The Qt Company, owned by the Qt Group headquartered in Espoo, Finland, develops and delivers the Qt development framework under commercial and open source licenses, enabling a single software code across all operating systems, platforms and screen types. Quantitative Imaging Systems (Qi) is a biotechnology company specialising in cancer research and treatment, and The KDAB Group (KDAB) is a global software consultancy for Qt, C++ and OpenGL.
Through the partnership, the trio has built imaging software to help researchers gain a thorough understanding of the progression of cancer on a cellular level, using Qt’s cross-platform development framework.
The team has also launched the nanoQuill project, a crowdsourced colouring book and mobile app for annotating cancer research data.

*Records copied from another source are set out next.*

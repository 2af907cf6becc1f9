"""``ruleout rehearse``."""

from __future__ import annotations

import json
import sys
from pathlib import Path
from typing import TYPE_CHECKING

from ruleout.cli.judging import NOT_FULLY_JUDGED, check_alpha, check_out, cores
from ruleout.cli.progress import shown_progress
from ruleout.errors import InputError

if TYPE_CHECKING:
    from ruleout.case import Case
    from ruleout.progress import Progress
    from ruleout.rehearsal import Fitted, Rehearsal

JUDGED = "judged"


def run_rehearse(
    folder: Path,
    *,
    out: Path,
    run: Path | None,
    truths: list[str],
    data_sets: int,
    seed: int,
    workers: int | None,
    effort: str,
    alpha: float,
    vary: str | None,
    as_json: bool,
) -> int:
    """Rehearse the case in ``folder``, write everything into ``out`` and print the tables.

    Returns
    -------
    int
        0, or 3 where some true variant could not be judged in some data set.
    """
    check_alpha(alpha)
    from ruleout.case import read_case

    case = read_case(folder, require_data=False)
    from ruleout.rehearsal import Spending, read_variation, rehearse, save_rehearsal
    from ruleout.report.rehearsal_writing import write_rehearsal

    variation = read_variation(vary) if vary else None
    settings = Spending(seed=seed, effort=effort, alpha=alpha, workers=workers or cores())
    check_out(out)
    with shown_progress(as_json=as_json) as progress:
        fits = _fits(case, run, out, settings.seed, settings.workers, progress)
        rehearsal = rehearse(
            case,
            settings,
            out=out,
            truths=truths,
            data_sets=data_sets,
            variation=variation,
            run=fits,
            progress=progress,
        )
        save_rehearsal(rehearsal, out)
        write_rehearsal(rehearsal, out)
    if as_json:
        _print_json(rehearsal, out)
    else:
        _print(rehearsal, out)
    return NOT_FULLY_JUDGED if rehearsal.size["not_judged"].any() else 0


def _fits(
    case: Case, run: Path | None, out: Path, seed: int, workers: int, progress: Progress
) -> Fitted | None:
    """Return what data tell of the parameters: from a run that exists, or judged here first."""
    from ruleout.pipeline import Settings, judge
    from ruleout.rehearsal import fitted
    from ruleout.store import load_judgement

    if case.experiments.data is None:
        if run is not None:
            raise InputError(
                "the case has no data.csv, so no run can tell its parameters; leave --run out",
                where=str(run),
            )
        return None
    usual = Path("reports") / case.name
    if run is None and (usual / "verdict.json").exists():
        judgement, _ = load_judgement(usual)
        if dict(judgement.meta["inputs"]) == dict(case.hashes):
            run = usual
    if run is not None:
        judgement, _ = load_judgement(run)
        return fitted(case, judgement, run)
    settings = Settings(seed=seed, effort="quick", workers=workers)
    return fitted(case, judge(case, settings, out=out / JUDGED, progress=progress), out / JUDGED)


def _print(rehearsal: Rehearsal, out: Path) -> None:
    from rich.console import Console
    from rich.table import Table

    from ruleout.cli.terminal import print_heading, print_wrapped
    from ruleout.report.rehearsal_words import headline, rate_text
    from ruleout.report.tables import records

    console = Console()
    print_heading(console, str(rehearsal.meta["title"]))
    for line in headline(rehearsal):
        print_wrapped(console, line)
    for design in rehearsal.meta["designs"]:
        power = rehearsal.power[rehearsal.power["design"] == design]
        rivals = list(dict.fromkeys(power["rival"]))
        table = Table(title=f"Ruled out, {design}", title_justify="left", box=None)
        table.add_column("true")
        for rival in rivals:
            table.add_column(rival, justify="right")
        for truth, rows in power.groupby("truth", sort=False):
            cells = [rate_text(row) for row in records(rows)]
            table.add_row(str(truth), *cells)
        console.print(table)
    print_wrapped(
        console,
        "In brackets: variants that are or contain the true one; ruling these out is wrong.",
    )
    print_heading(console, "Files")
    print_wrapped(
        console, f"{out}: size.csv, power.csv, claims.csv, power.tex, figures.", indent="  "
    )


def _print_json(rehearsal: Rehearsal, out: Path) -> None:
    size = rehearsal.size
    record = {
        "event": "rehearsed",
        "out": str(out),
        "ruled_out_though_true": [
            {"design": row["design"], "truth": row["truth"], "rate": row["rate"]}
            for row in size.to_dict("records")
        ],
    }
    print(json.dumps(record), file=sys.stdout, flush=True)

The idea for the book dates back to 2015, when a research group developed an outreach programme to provide the general public with a way to assist in cancer research by colouring in features of complex cell images. The researchers hoped to enable crowdsourced assistance to identify patterns in cells that take much longer for computer systems to identify.
“The research that Qi is conducting truly is ground-breaking, but the scope of it is too massive for just one organisation to manage,” says Juha Varelius, CEO, Qt Group. “With our user interface capabilities and KDAB’s unmatched technology expertise, Qi is able to advance its research without being impeded by technological restraints. Furthermore, with the nanoQuill colouring book project, Qi is able to leverage an entire global community to exponentially accelerate the world-changing contributions it’s making towards solving cancer.”